Denver, Colorado, --The current financial crisis is having an increasing impact on the ski and mountain resort industry. The latest data released in February by the Mountain Travel Research Program (MTRiP)* reveals that declines in consumer confidence, retail spending, and leisure travel is becoming increasingly apparent at ski resorts. Historically thought to be a recession-proof industry, recent data indicates that the old adage isn’t holding true this year.
The primary economic indicators that are bedeviling the economy are also the likely culprits for the decline in destination mountain travel. The unemployment rate which rose dramatically in January with the loss of nearly 600,000 jobs brought the national unemployment rate to 7.6 percent—the highest rate since 1983. The Consumer Confidence Index dropped again to a new record low of 37.7 points and is down an average of 54 percent over the past four months compared to the same period a year ago.
However, falling prices for crude oil has led to lower consumer prices so that the Consumer Price Index is at 210.2 and is up only 0.1 percent from last month. The Travel Price Index is down 5.5 percent from December 2007.
“Many businesses, including those in the mountain travel industry, are reacting to consumers aversion to discretionary spending by rolling back prices on a variety of products and services to either move inventory or continue delivering services,” said Ralf Garrison, author of the monthly report. “Lower prices are contributing to increased short term bookings which have provided some last minute relief to low occupancies, but is apparent only in high demand periods like the recent Christmas holidays,” he noted.

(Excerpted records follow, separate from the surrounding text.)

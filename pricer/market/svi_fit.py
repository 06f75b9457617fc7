"""The SVI slice nearest to one expiry's quotes, free of butterfly arbitrage and above the expiry before it."""

from __future__ import annotations

import math
from collections.abc import Sequence
from typing import Any

import numpy as np
from numpy.typing import NDArray

from pricer.market.corrected_slice import Slice, base_of
from pricer.market.slice_order import RANGE, is_free, lifted, reach, spread, stretched
from pricer.market.smile_quotes import SmileQuotes
from pricer.market.svi import SviSlice
from pricer.market.svi_repair import repaired
from pricer.market.svi_start import prior_slice, starting_slices

Array = NDArray[np.float64]

#: Points in standard deviations where the bounds are imposed, dense near the forward; a little beyond the promise.
GRID: Array = 1.1 * RANGE * np.sinh(np.linspace(-3.0, 3.0, 61)) / math.sinh(3.0)
#: Points on each side beyond it, if the next expiry reaches further: g alone is imposed there, where it lacks.
OUTER = 4
#: The steepest wing: Lee's bound of 2 (Lee 2004), not quite reached, ...
STEEPEST = 1.98
#: ... and no more than this many standard deviations, which lets the volatility of a strike eight of them
#: away be four times that at the forward: noise in the last quotes must not shoot off.
STEEPEST_IN_DEVIATIONS = 2.5
#: A slice that crosses the one before between points of ``GRID`` is lifted by up to this share of its variance (a
#: quarter of a per cent of its volatility); where more is needed, the bounds are first imposed harder.
SMALL_LIFT = 5e-3
#: A quote missed by more than this volatility is suspected to be mistyped, ...
OUTLIER = 0.005
#: ... and left out if the others' error then falls below this share.
SPOILT = 0.3
#: Weights of quotes far from the forward fall to this.
LEAST_WEIGHT = 0.1
_RIDGE = 3e-4


def fit_svi(
    quotes: SmileQuotes, time: float, before: Slice | None = None, later: Sequence[tuple[Array, Array]] = ()
) -> tuple[SviSlice, Array]:
    """The SVI slice nearest to ``quotes`` of an expiry in ``time`` years, in weighted squares of volatility.

    With the weights of the quotes (n,), 0 for those left out.

    Weights fall with distance from the forward like a strike's vega, to a tenth at most; a quote that alone
    spoils the fit of the others is left out. ``before`` is the slice of the expiry before: total variance is kept
    above it within ``RANGE`` standard deviations. ``later`` are (log-moneyness, total variance) of later expiries'
    quotes: the slice is held below them, against its own quotes only as far as squares balance. It has no butterfly
    arbitrage within ``RANGE`` standard deviations of its own and of the next of them.

    One quote gives a flat slice, two a sloped and three a curved one through the quotes. Where bounds and quotes
    contradict each other the bounds win. A slice always comes back; where even the last resort (the repair of
    Gatheral & Jacquier, or the slice before carried on in time) leaves arbitrage, ``arbitrage`` reports it.
    """
    k, volatilities = quotes.log_moneyness, quotes.volatilities
    variances = volatilities**2 * time
    if np.ptp(volatilities) <= 1e-12:
        flat = SviSlice.flat(float(variances.mean()))
        if before is None or np.all(before.total_variance(spread(flat)) <= flat.a):
            return flat, np.ones(k.size)
    prior = prior_slice(k, variances)
    s = math.sqrt(float(prior.total_variance(0.0)))
    x, roots = k / s, np.sqrt(variances) / s
    weights = np.maximum(np.exp(-0.25 * k * k / variances), LEAST_WEIGHT)
    weights /= math.sqrt(float(weights @ weights))
    ahead = next_deviation(later)
    wide = _grid(ahead / s)
    floor = np.zeros(wide.size)
    if before is not None:
        floor[: GRID.size] = np.sqrt(np.maximum(before.total_variance(GRID * s), 0.0)) / s
    wings = np.zeros(2) if before is None else np.minimum(np.array(before.wings) / s, 0.99 * _steepest(s))
    later_k = np.concatenate([np.empty(0), *(points for points, _ in later)])
    later_w = np.concatenate([np.empty(0), *(totals for _, totals in later)])
    bounds = (later_k / s, np.sqrt(later_w) / s, s * s, _steepest(s), wings)
    anchor = _free(prior, s)
    starts = [anchor, *(_free(start, s) for start in starting_slices(x, roots, weights, s))]
    from pricer.market import svi_kernel  # numba is needed only from here on

    found: list[SviSlice | None] = []
    for stiffness, points in ((1.0, GRID.size), (10.0, wide.size), (100.0, wide.size)):
        settings = (wide[:points], floor[:points], *bounds, anchor, _RIDGE, stiffness)
        p = min((svi_kernel.fit(q, x, roots, weights, *settings) for q in starts), key=_cost)[0]
        p, kept = _without_outliers(p, x, roots, weights, settings, s / math.sqrt(time))
        smile = _slice(p, s)
        raised = lifted(smile, before)
        if raised is not None and is_free(raised, ahead):
            if raised.a - smile.a <= SMALL_LIFT * s * s:
                return raised, kept
            found.append(raised)
        starts = [p]
    found.append(lifted(repaired(smile, time, reach(smile, ahead)), before))
    if before is not None:
        found.append(lifted(stretched(base_of(before), s * s), before))
    return _nearest([smile for smile in found if smile is not None], k, roots * s, weights, ahead), kept


def next_deviation(later: Sequence[tuple[Array, Array]]) -> float:
    """The deviation at the forward of the next of ``later`` expiries (see :func:`fit_svi`); 0 if there is none."""
    return math.sqrt(float(np.interp(0.0, *later[0]))) if later else 0.0


def _grid(ratio: float) -> Array:
    """``GRID``, and where the next deviation is so many of this slice's, points as far out in those as well."""
    if ratio <= 1.0:
        return GRID
    outer = GRID[-1] * np.linspace(1.0, ratio, OUTER + 1)[1:]
    return np.concatenate([GRID, -outer, outer])


def _nearest(candidates: list[SviSlice], k: Array, roots: Array, weights: Array, ahead: float) -> SviSlice:
    """Of those without butterfly arbitrage, if there are any, the one with the least weighted squares."""
    sound = [smile for smile in candidates if is_free(smile, ahead)] or candidates
    return min(sound, key=lambda smile: float(np.sum((weights * (np.sqrt(smile.total_variance(k)) - roots)) ** 2)))


def _cost(fitted: tuple[Array, float]) -> float:
    return fitted[1]


def _free(smile: SviSlice, s: float) -> Array:
    """The five free numbers of the kernel for a slice, moved inside their range."""
    from pricer.market import svi_kernel

    left, right = smile.wings
    bound = _steepest(s)
    shares = [min(max(wing / s / bound, 1e-6), 0.99) for wing in (left, right)]
    width = smile.sigma / s if smile.b > 0.0 else 1.0
    narrowest, widest = svi_kernel.NARROWEST, svi_kernel.WIDEST
    width = min(max(math.log(width / narrowest) / math.log(widest / narrowest), 0.01), 0.95)
    return np.array(
        [
            math.log(max(smile.minimum / (s * s), 1e-4)),
            *(math.log(share / (1.0 - share)) for share in shares),
            min(max(smile.m / s, -10.0), 10.0),
            math.log(width / (1.0 - width)),
        ]
    )


def _steepest(s: float) -> float:
    """The bound of a wing's slope in scaled units."""
    return min(STEEPEST / s, STEEPEST_IN_DEVIATIONS)


def _slice(p: Array, s: float) -> SviSlice:
    from pricer.market import svi_kernel

    a, b, rho, m, sigma = svi_kernel.scaled_slice(p, _steepest(s))
    return SviSlice(s * s * a, s * b, rho, s * m, s * sigma)


def _without_outliers(
    p: Array, x: Array, roots: Array, weights: Array, rest: tuple[Any, ...], to_volatility: float
) -> tuple[Array, Array]:
    """The fit without those quotes that alone spoil it, and the weights without them.

    At most every fourth is left out, and four always remain.

    While some quote is missed by more than ``OUTLIER``, the one is left out without which the others' weighted
    root mean square falls most, if it falls to less than ``SPOILT``.
    """
    from pricer.market import svi_kernel

    kept = weights.copy()
    for _ in range(min(x.size // 4, x.size - 5)):
        errors = kept * (_scaled_roots(p, x, rest) - roots)
        if np.max(np.abs(errors / np.where(kept > 0.0, kept, np.inf))) * to_volatility <= OUTLIER:
            break
        trials = []
        for i in np.flatnonzero(kept):
            others = kept.copy()
            others[i] = 0.0
            q = svi_kernel.fit(p, x, roots, others, *rest)[0]
            trials.append((float(np.sum((others * (_scaled_roots(q, x, rest) - roots)) ** 2)), q, others))
        least, q, others = min(trials, key=lambda trial: trial[0])
        if least >= SPOILT**2 * float(errors @ errors):
            break
        p, kept = q, others
    return p, kept


def _scaled_roots(p: Array, x: Array, rest: tuple[Any, ...]) -> Array:
    """sqrt(W) of the kernel's free numbers at ``x``; ``rest`` as the kernel takes it, the slopes' bound sixth."""
    from pricer.market import svi_kernel

    smile = SviSlice(*svi_kernel.scaled_slice(p, rest[5]))
    out: Array = np.sqrt(np.maximum(smile.total_variance(x), 0.0))
    return out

The current ski season at the halfway point as of Jan. 31 was tracking significantly behind last year’s pace. In January, occupancy at MTRiP destinations ended at 50 percent overall compared to 60 percent in January 2008 while the Average Daily Rate (ADR) was down 7.9 percent. Reservations taken in January 2009 for all future dates were down -18.9 percent from last year’s pace and were considerably lower than the December 2007 pace which finished at -7.1 percent. However, the short lead booking pattern that saved December’s performance was far less evidence. Last minute reservations taken in January for arrival in January (same month, short-lead) were up incrementally over the previous January but still didn’t have the strength of December 2008 when last minute bookings (in December for December arrival) resulted in a significant increase in the number of destination visitors for the holidays.
“While the wild card of economic relief is showing little signs of benefit, snow may indeed prove to be a trump card for many western destinations,” according to Garrison. “However, good snowfall may be having a greater impact on local season pass holders and nearby regional guests--which may boost lift ticket sales more than destination lodging,” he added.
Overall, advanced reservations as of Jan. 31 continued to trail last season with occupancy down -18 percent and lodging rates down – 8 percent.
“We report what is on the books, then offer guidance to those who need to forecast the likely outcome. The tumultuous market conditions and impacts of weather/snow are two wild card already identified and now volatility in short-lead bookings is another. There there isn’t an evidence base for these market conditions,” Garrison noted.
While December showed strong last minute bookings, January’s bookings failed to rebound similarly, leaving the eventual outcome of February and March business as uncertain but not optimistic. Lodging occupancy for February is currently down -20 percent and March is down -29 percent.
“These tough conditions for mountain resorts and communities translates into good news for skiers and riders; some of the best ski vacation bargains in nearly a decade,” concluded Garrison.